Entries taken from a collection:
import { useMutation, useQueryClient } from '@tanstack/react-query';
import { api } from '../../../lib/api-client';
import { meQueryKey, meSchema, type Me } from '../../../lib/auth';
import { clearShopCaches } from '../../../lib/query-client';

/** POST /api/me/active-shop: makes a shop the session's active one; answers with the me payload. */
export function setActiveShop(shopId: string): Promise<Me> {
  return api.post('/me/active-shop', { shopId }, { schema: meSchema });
}

/** Switches shop: tells the API, drops every other shop's cached data and updates me. */
export function useSetActiveShop() {
  const queryClient = useQueryClient();
  return useMutation({
    mutationFn: setActiveShop,
    onSuccess: (me, shopId) => {
      clearShopCaches(queryClient, shopId);
      queryClient.setQueryData(meQueryKey, me);
    },
  });
}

PROMPT: Write out all the data again, exactly as it appears.

REPLY:
import { useMutation, useQueryClient } from '@tanstack/react-query';
import { api } from '../../../lib/api-client';
import { meQueryKey, meSchema, type Me } from '../../../lib/auth';
import { clearShopCaches } from '../../../lib/query-client';

/** POST /api/me/active-shop: makes a shop the session's active one; answers with the me payload. */
export function setActiveShop(shopId: string): Promise<Me> {
  return api.post('/me/active-shop', { shopId }, { schema: meSchema });
}

/** Switches shop: tells the API, drops every other shop's cached data and updates me. */
export function useSetActiveShop() {
  const queryClient = useQueryClient();
  return useMutation({
    mutationFn: setActiveShop,
    onSuccess: (me, shopId) => {
      clearShopCaches(queryClient, shopId);
      queryClient.setQueryData(meQueryKey, me);
    },
  });
}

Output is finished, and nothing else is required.